- What you have to do:
Two lines mark the range in the entries below: the one holding "assert dump.endtime *" and the one holding "no word before". Set down those two and all lines between them, exactly.

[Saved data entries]
_ _ _ _ _
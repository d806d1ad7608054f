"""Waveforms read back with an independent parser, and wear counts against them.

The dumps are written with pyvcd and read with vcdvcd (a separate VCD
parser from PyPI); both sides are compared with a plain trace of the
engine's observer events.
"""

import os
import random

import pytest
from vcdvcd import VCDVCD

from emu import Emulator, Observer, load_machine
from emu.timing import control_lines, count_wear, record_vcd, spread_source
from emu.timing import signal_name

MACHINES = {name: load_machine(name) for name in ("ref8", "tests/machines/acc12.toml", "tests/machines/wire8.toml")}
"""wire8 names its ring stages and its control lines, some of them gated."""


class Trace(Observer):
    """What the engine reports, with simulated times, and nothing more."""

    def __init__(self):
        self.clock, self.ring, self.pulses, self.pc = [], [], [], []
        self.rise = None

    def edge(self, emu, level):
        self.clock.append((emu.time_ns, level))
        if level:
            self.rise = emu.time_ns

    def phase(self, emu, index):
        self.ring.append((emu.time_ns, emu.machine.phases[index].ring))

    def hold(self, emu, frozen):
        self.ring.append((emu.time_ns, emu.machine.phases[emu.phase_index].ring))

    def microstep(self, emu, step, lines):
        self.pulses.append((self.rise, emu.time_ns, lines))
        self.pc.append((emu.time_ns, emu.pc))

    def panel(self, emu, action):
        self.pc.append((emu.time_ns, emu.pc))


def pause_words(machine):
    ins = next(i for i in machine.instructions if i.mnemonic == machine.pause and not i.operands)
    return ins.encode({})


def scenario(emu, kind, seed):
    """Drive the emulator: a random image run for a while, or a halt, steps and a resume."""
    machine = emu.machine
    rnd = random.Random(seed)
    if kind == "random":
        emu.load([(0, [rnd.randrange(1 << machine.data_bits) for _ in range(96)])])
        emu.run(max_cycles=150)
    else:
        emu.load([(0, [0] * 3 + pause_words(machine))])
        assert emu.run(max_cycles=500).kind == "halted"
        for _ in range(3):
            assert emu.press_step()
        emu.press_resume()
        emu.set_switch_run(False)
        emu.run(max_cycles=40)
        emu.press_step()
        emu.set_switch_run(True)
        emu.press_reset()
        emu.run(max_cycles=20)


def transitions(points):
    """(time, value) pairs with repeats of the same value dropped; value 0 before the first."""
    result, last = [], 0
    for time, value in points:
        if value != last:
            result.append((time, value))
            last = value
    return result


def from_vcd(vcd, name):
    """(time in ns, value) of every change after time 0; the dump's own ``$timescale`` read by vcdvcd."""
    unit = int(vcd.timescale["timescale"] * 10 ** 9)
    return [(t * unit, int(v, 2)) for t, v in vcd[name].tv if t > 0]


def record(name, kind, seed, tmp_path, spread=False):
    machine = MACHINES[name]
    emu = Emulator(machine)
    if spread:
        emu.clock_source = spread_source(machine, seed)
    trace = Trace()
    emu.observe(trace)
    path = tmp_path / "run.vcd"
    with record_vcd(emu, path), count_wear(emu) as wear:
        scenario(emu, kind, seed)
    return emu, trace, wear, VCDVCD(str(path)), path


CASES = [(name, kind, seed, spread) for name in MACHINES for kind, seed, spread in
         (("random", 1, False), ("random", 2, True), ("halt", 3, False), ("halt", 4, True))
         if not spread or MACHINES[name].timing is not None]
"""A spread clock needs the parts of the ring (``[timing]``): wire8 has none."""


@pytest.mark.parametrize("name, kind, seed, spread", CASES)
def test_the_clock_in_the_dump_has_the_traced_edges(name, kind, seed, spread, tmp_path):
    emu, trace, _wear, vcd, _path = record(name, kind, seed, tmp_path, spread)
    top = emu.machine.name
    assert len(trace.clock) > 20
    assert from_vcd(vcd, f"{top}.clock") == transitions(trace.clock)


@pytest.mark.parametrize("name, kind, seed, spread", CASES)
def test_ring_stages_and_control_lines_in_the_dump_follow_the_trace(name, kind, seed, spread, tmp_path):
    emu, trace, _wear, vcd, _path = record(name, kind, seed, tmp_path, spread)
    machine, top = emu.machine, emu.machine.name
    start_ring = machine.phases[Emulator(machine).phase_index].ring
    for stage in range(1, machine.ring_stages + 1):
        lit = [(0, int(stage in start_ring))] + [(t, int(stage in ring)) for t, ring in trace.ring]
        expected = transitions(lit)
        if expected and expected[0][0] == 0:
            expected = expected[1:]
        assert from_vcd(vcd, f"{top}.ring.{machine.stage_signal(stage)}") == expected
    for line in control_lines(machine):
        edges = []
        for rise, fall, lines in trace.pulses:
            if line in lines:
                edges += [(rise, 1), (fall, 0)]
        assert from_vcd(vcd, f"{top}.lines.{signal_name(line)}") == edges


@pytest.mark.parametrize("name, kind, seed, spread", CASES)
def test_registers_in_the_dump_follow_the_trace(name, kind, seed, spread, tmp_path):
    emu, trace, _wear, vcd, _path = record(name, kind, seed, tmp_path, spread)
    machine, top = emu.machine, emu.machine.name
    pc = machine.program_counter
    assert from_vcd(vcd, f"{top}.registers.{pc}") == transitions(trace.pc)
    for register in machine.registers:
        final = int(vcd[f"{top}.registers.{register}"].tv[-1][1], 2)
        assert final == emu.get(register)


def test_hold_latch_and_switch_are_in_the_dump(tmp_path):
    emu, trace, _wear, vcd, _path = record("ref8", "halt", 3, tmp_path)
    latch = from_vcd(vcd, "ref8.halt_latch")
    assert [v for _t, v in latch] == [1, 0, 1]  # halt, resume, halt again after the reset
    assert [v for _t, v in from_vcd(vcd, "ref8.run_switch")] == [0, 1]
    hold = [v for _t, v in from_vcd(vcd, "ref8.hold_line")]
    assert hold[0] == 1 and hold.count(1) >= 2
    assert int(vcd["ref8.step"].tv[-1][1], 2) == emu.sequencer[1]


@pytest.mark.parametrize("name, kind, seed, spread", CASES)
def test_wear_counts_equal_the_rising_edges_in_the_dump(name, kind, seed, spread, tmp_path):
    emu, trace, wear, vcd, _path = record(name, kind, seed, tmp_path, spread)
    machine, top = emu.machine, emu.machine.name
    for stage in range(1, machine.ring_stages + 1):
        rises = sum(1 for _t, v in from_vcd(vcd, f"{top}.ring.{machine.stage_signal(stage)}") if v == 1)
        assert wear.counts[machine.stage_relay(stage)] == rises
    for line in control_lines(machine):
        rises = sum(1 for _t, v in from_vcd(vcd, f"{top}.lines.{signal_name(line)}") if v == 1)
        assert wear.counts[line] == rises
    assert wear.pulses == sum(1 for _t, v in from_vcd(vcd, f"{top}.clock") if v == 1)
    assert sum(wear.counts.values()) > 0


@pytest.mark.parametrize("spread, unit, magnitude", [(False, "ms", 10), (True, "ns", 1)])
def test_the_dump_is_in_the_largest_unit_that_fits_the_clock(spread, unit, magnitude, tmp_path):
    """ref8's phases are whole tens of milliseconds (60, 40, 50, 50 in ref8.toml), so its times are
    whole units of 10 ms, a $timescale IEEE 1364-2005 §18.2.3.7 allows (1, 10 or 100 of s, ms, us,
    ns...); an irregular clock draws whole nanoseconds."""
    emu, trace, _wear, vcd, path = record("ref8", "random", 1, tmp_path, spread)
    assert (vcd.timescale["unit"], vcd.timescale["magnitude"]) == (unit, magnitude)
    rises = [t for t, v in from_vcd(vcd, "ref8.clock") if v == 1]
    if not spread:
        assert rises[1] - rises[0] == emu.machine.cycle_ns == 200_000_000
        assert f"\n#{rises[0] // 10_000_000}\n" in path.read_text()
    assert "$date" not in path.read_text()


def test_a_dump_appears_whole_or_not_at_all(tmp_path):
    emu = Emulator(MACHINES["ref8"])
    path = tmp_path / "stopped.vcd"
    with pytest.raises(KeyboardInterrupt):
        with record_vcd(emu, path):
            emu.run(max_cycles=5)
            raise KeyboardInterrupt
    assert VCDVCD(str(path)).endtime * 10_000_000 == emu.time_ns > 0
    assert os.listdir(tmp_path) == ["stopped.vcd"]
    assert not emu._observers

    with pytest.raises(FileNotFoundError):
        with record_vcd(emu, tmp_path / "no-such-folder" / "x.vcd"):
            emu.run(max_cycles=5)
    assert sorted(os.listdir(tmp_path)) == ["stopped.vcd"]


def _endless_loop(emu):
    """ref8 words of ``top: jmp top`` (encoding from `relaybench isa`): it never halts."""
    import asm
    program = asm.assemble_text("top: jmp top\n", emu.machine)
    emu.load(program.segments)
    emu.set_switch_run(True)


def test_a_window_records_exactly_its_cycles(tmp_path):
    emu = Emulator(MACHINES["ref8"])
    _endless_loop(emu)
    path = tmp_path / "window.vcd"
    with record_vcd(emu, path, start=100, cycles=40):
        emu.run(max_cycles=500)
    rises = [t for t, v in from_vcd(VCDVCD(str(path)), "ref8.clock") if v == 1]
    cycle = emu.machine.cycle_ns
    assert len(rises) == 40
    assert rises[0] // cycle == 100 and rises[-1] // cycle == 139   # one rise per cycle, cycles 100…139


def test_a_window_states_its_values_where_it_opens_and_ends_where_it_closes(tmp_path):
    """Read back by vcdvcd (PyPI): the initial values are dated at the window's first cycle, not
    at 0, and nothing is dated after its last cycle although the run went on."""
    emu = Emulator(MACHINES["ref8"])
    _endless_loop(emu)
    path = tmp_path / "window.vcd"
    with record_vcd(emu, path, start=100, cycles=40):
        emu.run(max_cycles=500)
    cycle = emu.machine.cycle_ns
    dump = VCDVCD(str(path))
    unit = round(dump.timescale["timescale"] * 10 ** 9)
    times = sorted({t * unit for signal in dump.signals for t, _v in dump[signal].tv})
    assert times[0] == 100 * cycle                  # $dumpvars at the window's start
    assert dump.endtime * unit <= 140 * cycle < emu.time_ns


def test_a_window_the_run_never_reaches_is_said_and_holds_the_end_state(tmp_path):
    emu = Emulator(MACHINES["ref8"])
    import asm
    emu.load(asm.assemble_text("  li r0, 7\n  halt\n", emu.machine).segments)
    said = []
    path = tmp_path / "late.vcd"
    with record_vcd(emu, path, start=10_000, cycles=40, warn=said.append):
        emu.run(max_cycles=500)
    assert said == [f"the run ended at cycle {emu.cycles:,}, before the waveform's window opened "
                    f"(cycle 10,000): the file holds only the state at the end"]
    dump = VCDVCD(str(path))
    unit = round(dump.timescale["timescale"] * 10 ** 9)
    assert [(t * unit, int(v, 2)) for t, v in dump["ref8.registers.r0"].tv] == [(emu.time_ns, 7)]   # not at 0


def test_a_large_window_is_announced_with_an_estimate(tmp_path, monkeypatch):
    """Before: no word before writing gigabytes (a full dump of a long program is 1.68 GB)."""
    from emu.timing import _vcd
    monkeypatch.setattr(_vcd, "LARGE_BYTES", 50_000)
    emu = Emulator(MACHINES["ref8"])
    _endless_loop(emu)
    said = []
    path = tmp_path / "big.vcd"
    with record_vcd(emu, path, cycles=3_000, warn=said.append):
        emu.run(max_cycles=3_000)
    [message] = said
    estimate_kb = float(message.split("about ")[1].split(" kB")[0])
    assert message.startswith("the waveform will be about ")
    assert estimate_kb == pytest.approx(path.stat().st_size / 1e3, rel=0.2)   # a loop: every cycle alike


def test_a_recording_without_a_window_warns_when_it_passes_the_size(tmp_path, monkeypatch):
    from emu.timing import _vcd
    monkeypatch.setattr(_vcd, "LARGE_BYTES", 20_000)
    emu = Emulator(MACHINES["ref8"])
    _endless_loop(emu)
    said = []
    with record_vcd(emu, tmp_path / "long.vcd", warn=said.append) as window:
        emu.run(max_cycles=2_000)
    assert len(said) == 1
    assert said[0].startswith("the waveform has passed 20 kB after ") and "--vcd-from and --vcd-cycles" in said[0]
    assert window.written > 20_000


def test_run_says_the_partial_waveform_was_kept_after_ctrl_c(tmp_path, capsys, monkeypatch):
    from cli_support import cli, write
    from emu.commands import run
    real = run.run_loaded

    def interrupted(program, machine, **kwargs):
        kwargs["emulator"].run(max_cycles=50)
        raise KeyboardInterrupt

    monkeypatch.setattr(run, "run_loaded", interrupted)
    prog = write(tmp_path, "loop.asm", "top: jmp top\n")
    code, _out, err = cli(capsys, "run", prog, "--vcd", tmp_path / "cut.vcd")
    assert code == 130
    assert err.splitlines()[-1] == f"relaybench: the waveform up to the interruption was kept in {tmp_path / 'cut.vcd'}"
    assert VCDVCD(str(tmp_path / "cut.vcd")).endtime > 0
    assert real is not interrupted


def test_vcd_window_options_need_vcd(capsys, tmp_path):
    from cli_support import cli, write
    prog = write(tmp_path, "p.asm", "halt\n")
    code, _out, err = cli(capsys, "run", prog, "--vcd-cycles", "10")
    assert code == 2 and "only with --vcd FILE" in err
_ _ _ _ _
- Exercise output:
    assert dump.endtime * unit <= 140 * cycle < emu.time_ns


def test_a_window_the_run_never_reaches_is_said_and_holds_the_end_state(tmp_path):
    emu = Emulator(MACHINES["ref8"])
    import asm
    emu.load(asm.assemble_text("  li r0, 7\n  halt\n", emu.machine).segments)
    said = []
    path = tmp_path / "late.vcd"
    with record_vcd(emu, path, start=10_000, cycles=40, warn=said.append):
        emu.run(max_cycles=500)
    assert said == [f"the run ended at cycle {emu.cycles:,}, before the waveform's window opened "
                    f"(cycle 10,000): the file holds only the state at the end"]
    dump = VCDVCD(str(path))
    unit = round(dump.timescale["timescale"] * 10 ** 9)
    assert [(t * unit, int(v, 2)) for t, v in dump["ref8.registers.r0"].tv] == [(emu.time_ns, 7)]   # not at 0


def test_a_large_window_is_announced_with_an_estimate(tmp_path, monkeypatch):
    """Before: no word before writing gigabytes (a full dump of a long program is 1.68 GB)."""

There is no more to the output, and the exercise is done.